What is being asked ▸ Among the entries below, only the lines starting at the one with "if len(got) != len(want)" and ending at the one with "to the same", both included, are to be printed exactly.

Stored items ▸

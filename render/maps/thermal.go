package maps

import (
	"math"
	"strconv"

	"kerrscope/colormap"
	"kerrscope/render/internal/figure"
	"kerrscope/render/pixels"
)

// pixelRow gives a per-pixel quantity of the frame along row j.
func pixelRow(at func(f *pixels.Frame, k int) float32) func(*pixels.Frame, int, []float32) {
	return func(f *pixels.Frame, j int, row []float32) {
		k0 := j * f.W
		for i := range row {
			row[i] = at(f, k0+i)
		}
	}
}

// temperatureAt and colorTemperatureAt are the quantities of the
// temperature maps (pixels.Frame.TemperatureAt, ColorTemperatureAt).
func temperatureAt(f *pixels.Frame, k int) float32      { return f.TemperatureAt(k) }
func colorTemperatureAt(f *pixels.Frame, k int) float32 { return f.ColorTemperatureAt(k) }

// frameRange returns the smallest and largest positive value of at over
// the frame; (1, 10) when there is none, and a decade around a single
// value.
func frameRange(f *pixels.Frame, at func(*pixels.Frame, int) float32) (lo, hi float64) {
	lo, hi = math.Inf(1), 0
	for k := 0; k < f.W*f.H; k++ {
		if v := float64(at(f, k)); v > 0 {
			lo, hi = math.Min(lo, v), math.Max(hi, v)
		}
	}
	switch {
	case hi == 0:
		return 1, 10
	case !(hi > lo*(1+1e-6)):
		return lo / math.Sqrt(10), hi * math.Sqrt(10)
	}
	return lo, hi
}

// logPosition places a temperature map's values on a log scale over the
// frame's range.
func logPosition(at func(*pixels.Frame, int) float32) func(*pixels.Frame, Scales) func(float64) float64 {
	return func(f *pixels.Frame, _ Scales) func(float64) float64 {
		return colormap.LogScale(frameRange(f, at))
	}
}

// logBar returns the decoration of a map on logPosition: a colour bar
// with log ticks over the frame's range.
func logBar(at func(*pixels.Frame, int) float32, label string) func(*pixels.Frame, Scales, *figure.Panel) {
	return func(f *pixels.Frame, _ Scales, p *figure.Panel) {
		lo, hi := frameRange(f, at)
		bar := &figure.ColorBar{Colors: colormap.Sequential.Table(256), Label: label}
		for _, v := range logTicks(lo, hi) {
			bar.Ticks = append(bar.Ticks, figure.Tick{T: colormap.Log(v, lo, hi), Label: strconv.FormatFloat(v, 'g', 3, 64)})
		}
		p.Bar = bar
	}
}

...

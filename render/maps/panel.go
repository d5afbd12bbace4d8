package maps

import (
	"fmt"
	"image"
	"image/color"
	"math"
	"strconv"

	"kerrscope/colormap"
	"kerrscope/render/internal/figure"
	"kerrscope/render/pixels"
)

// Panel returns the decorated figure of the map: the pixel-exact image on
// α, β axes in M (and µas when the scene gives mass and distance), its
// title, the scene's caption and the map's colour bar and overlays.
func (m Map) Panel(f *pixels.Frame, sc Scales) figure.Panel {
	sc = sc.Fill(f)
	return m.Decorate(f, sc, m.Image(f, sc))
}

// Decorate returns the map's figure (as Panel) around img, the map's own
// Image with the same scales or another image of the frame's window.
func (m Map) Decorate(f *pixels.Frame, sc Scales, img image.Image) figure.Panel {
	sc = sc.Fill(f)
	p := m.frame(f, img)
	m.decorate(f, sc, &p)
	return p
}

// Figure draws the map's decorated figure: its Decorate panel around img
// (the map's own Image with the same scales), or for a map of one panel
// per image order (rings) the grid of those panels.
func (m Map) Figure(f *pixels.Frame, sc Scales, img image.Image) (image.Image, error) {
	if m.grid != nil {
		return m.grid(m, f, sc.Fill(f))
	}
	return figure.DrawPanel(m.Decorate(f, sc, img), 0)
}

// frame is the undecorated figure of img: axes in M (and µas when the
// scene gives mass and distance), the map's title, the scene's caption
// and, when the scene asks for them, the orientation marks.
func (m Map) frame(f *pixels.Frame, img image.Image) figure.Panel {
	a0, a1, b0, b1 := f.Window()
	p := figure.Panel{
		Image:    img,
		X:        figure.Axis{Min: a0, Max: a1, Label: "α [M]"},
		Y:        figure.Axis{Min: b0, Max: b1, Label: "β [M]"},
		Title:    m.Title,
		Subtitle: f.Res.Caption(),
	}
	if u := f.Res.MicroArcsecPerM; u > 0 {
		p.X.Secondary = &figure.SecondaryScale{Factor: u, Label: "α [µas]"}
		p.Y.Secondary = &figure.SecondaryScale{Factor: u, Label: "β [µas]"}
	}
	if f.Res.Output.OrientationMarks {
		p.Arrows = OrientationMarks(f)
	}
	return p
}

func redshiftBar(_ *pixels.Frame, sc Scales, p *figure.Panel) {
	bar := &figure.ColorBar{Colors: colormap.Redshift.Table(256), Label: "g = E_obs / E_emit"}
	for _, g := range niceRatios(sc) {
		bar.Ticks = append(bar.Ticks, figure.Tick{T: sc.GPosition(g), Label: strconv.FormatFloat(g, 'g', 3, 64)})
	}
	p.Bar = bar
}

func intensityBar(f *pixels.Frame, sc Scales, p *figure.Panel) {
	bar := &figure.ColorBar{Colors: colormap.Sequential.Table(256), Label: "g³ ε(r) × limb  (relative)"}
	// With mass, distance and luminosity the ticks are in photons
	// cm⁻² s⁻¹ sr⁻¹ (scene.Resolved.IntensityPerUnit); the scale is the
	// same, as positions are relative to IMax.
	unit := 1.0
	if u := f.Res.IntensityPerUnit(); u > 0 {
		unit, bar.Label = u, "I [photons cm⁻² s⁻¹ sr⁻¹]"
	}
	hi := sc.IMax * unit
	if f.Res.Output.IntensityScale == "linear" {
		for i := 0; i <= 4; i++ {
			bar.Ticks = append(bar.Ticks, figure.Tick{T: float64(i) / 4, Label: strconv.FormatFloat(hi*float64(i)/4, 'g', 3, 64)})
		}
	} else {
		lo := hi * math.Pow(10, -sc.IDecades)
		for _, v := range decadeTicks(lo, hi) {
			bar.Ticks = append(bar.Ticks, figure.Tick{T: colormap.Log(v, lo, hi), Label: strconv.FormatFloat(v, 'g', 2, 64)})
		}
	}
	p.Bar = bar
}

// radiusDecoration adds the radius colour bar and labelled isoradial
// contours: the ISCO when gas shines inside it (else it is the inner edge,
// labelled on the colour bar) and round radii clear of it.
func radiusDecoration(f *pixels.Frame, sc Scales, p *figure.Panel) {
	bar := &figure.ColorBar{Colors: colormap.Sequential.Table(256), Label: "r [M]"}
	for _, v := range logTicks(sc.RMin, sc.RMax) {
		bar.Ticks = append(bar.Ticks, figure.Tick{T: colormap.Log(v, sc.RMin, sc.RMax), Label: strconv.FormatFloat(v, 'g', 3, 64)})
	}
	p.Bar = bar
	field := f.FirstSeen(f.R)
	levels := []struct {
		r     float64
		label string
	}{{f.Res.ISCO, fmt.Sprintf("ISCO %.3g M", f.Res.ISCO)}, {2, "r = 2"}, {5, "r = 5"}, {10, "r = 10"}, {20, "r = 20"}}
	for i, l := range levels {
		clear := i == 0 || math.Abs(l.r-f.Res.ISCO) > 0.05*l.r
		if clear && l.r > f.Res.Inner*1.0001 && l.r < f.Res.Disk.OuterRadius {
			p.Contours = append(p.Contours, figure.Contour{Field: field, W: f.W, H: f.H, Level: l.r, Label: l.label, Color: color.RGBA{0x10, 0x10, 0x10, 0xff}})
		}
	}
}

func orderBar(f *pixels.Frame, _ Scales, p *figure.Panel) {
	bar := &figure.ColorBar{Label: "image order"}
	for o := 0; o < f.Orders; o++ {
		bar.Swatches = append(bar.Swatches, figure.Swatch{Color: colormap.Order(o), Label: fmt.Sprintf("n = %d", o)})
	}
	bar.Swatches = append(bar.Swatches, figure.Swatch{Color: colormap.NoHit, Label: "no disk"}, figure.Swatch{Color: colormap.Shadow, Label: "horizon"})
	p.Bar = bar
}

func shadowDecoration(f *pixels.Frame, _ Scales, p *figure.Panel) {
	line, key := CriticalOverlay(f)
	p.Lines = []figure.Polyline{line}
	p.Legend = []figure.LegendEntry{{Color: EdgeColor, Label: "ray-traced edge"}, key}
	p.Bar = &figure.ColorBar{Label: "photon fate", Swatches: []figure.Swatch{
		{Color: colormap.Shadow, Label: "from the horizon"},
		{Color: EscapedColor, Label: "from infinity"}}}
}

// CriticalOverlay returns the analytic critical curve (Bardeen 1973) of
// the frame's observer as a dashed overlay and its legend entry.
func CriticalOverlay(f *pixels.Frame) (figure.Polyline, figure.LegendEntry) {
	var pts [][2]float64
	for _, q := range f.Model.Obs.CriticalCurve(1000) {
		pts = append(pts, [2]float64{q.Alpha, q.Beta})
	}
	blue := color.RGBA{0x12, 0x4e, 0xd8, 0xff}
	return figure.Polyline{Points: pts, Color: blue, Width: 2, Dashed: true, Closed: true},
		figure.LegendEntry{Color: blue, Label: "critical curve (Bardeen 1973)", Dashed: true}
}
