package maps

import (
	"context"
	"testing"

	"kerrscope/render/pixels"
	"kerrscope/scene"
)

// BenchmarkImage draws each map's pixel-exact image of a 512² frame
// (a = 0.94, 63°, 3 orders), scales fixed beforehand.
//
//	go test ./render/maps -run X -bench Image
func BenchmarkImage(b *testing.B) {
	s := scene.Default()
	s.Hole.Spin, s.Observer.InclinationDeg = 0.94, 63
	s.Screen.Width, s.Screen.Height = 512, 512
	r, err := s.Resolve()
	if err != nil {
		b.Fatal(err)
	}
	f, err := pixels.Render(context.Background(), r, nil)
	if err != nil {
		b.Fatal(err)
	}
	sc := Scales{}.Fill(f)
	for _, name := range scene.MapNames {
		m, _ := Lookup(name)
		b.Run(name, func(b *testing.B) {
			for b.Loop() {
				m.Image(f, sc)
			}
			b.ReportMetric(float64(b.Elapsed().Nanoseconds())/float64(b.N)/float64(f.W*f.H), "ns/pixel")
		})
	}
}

* * *

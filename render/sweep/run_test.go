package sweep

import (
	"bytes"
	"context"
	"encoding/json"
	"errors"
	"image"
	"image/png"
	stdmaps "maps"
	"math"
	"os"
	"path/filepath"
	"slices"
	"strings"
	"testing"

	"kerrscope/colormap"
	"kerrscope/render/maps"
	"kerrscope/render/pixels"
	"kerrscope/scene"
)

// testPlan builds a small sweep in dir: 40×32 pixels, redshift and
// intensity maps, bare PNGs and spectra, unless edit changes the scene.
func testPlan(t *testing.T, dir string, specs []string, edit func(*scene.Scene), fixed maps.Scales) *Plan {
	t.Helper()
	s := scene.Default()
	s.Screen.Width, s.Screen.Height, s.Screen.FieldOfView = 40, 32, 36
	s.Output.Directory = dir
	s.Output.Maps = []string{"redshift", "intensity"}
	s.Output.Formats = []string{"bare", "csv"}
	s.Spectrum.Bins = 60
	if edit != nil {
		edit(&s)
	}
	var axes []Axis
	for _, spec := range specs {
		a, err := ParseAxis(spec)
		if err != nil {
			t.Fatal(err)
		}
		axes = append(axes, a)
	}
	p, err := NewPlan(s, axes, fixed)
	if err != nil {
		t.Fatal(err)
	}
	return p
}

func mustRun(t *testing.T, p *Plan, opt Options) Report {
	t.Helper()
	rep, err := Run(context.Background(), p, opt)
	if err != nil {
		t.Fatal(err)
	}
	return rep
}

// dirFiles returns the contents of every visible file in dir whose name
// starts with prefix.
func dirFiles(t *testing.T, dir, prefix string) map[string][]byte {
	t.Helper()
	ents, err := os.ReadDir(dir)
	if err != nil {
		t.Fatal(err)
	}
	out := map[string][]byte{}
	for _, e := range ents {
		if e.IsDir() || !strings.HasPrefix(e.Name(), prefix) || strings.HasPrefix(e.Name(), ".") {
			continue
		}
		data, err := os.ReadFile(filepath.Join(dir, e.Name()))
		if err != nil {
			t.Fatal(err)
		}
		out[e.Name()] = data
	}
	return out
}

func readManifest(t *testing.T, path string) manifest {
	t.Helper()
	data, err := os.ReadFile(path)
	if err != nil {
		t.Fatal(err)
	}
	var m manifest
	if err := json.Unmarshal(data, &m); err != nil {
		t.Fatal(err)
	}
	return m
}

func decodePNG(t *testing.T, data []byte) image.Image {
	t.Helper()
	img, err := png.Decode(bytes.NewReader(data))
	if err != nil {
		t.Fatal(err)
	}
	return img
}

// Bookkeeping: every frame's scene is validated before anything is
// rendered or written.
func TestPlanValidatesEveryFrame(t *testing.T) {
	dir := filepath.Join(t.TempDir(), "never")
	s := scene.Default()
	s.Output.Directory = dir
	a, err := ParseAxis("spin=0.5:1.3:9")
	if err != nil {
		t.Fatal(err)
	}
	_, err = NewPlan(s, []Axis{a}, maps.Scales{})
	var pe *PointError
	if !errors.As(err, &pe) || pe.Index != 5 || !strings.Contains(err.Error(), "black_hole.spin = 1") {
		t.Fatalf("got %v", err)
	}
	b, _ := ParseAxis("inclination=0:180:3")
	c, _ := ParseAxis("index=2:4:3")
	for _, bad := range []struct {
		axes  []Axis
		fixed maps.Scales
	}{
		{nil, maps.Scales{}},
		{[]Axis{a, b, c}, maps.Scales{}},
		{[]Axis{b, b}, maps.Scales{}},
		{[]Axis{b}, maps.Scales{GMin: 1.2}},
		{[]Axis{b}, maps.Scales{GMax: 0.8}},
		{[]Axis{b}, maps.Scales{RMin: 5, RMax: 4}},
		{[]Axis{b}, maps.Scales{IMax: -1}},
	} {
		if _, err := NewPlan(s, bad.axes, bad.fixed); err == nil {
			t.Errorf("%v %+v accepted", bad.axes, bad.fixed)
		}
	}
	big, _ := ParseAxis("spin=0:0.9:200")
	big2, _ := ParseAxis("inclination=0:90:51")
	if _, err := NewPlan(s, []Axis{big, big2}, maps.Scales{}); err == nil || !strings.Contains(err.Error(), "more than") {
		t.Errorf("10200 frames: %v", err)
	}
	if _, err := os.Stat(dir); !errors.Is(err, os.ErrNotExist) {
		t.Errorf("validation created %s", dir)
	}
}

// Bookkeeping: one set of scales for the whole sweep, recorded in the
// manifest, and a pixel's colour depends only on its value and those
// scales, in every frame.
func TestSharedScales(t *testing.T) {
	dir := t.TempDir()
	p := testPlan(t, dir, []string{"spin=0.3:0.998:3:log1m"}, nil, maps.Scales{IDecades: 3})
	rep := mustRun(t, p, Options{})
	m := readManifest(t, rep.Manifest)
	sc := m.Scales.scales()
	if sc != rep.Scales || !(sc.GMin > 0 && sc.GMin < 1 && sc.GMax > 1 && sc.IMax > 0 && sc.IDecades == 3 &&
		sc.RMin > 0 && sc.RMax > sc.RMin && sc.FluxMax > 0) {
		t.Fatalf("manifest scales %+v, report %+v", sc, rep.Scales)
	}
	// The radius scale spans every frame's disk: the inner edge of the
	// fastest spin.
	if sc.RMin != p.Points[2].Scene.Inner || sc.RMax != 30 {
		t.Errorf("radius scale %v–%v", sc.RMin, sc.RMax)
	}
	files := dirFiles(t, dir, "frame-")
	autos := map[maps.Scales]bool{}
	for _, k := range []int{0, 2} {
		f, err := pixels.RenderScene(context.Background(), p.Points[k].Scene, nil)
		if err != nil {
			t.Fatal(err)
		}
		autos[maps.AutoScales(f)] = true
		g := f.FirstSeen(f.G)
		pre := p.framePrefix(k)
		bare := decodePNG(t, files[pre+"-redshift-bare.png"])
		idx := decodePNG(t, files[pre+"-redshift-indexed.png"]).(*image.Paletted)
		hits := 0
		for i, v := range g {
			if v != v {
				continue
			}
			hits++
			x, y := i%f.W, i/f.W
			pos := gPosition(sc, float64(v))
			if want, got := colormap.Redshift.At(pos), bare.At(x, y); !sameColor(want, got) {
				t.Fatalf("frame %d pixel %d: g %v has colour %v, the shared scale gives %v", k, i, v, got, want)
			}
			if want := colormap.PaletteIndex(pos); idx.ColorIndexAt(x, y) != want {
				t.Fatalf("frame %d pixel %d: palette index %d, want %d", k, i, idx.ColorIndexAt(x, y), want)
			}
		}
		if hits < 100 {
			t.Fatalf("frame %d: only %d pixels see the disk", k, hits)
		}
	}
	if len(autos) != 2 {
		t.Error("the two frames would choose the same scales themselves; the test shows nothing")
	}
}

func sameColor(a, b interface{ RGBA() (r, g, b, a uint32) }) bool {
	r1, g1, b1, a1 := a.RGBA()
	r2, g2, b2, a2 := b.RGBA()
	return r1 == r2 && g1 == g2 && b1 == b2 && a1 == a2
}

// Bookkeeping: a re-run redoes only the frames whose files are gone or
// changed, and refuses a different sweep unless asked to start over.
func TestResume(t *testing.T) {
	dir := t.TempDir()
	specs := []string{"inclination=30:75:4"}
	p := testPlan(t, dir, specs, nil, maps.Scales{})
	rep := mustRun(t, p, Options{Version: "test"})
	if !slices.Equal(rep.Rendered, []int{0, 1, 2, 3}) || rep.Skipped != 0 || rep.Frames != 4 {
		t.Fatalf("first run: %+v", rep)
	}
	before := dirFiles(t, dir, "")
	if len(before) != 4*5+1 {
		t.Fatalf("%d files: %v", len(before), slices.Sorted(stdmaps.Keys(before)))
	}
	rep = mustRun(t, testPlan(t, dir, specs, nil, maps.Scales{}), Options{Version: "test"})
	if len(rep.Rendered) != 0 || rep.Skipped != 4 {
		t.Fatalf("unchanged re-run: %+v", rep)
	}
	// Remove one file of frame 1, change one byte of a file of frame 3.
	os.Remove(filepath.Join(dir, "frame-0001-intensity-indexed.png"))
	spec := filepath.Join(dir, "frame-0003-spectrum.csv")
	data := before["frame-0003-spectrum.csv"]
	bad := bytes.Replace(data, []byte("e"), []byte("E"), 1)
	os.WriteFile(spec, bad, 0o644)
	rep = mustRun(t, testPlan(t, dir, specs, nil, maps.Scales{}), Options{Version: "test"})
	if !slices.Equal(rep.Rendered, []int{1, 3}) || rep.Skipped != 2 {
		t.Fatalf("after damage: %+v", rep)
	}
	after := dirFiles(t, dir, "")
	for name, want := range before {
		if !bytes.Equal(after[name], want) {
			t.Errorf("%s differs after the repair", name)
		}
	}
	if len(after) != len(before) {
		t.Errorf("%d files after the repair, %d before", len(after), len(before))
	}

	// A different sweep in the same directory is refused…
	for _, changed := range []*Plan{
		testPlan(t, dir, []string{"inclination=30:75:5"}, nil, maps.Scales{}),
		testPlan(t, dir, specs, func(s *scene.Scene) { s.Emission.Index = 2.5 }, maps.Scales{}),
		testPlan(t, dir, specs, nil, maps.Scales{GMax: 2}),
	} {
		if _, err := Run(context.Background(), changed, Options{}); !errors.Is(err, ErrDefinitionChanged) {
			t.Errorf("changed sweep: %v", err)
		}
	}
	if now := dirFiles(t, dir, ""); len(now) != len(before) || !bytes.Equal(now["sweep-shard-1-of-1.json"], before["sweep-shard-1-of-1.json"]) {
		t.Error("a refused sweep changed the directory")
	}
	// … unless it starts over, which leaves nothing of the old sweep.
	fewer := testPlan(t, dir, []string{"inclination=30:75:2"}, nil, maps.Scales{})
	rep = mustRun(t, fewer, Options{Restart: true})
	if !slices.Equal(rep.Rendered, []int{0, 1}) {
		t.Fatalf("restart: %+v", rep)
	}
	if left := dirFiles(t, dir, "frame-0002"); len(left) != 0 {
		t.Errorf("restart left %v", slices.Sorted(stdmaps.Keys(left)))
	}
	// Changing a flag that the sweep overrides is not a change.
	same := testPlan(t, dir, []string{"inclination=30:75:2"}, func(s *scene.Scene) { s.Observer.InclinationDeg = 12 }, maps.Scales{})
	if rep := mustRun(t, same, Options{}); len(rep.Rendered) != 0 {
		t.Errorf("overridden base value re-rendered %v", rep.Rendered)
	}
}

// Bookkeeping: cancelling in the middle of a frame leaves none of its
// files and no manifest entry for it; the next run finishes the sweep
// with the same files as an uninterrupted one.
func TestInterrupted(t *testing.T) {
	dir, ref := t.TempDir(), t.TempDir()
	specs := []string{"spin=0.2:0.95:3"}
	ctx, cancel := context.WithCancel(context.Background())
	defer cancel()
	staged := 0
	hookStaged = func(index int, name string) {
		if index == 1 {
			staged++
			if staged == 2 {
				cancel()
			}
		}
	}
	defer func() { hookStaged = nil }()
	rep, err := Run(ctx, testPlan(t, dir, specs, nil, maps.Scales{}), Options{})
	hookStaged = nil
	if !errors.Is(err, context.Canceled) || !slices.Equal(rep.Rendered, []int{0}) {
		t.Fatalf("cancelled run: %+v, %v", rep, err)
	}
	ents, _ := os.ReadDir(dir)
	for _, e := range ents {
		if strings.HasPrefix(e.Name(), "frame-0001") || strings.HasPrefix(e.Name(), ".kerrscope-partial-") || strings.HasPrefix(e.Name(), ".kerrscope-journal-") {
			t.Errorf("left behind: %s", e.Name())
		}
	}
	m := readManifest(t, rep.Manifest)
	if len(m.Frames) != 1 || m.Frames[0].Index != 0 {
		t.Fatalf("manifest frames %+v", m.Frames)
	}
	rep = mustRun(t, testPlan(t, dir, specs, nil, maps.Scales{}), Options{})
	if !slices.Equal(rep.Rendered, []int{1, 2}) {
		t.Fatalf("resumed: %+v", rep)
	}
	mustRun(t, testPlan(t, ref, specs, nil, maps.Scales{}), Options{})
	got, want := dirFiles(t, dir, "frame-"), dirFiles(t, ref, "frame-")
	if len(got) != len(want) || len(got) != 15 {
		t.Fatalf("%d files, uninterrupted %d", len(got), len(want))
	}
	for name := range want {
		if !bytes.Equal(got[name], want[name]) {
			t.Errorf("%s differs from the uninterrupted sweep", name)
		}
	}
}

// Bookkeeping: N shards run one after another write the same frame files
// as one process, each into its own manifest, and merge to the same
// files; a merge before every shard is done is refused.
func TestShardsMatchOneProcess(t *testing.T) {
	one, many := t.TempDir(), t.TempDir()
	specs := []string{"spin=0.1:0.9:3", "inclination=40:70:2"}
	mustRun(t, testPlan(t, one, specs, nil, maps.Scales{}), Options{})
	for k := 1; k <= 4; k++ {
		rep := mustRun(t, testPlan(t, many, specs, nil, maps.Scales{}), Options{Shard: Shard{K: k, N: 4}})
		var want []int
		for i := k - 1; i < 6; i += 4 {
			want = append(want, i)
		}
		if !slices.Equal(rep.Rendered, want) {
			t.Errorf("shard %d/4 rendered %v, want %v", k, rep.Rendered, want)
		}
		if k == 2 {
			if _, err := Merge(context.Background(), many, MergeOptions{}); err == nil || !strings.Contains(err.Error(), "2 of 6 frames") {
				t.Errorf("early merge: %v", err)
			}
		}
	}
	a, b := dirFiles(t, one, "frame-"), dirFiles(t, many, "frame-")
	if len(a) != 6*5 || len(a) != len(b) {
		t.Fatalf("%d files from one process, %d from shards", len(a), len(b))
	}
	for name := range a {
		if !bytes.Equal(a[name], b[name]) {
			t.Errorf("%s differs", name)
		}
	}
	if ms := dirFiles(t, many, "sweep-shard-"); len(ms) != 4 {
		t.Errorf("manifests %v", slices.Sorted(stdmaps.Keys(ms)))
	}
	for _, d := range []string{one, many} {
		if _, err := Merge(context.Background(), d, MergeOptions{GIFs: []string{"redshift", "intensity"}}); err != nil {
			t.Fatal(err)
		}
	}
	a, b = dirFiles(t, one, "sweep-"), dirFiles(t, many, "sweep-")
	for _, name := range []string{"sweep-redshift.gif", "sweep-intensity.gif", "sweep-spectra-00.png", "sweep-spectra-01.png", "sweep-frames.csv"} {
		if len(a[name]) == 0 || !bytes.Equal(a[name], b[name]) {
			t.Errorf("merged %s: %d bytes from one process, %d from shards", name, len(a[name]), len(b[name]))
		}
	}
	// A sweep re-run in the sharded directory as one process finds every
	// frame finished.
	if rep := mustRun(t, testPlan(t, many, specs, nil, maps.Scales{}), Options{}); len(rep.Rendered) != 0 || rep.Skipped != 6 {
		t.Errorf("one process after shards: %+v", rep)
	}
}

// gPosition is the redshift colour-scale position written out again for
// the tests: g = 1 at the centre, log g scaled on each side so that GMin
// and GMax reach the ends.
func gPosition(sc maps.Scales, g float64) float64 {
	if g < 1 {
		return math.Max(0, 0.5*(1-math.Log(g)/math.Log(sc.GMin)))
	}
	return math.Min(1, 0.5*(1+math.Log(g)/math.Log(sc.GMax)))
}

Answer below ▸
	if len(got) != len(want) || len(got) != 15 {
		t.Fatalf("%d files, uninterrupted %d", len(got), len(want))
	}
	for name := range want {
		if !bytes.Equal(got[name], want[name]) {
			t.Errorf("%s differs from the uninterrupted sweep", name)
		}
	}
}

// Bookkeeping: N shards run one after another write the same frame files
// as one process, each into its own manifest, and merge to the same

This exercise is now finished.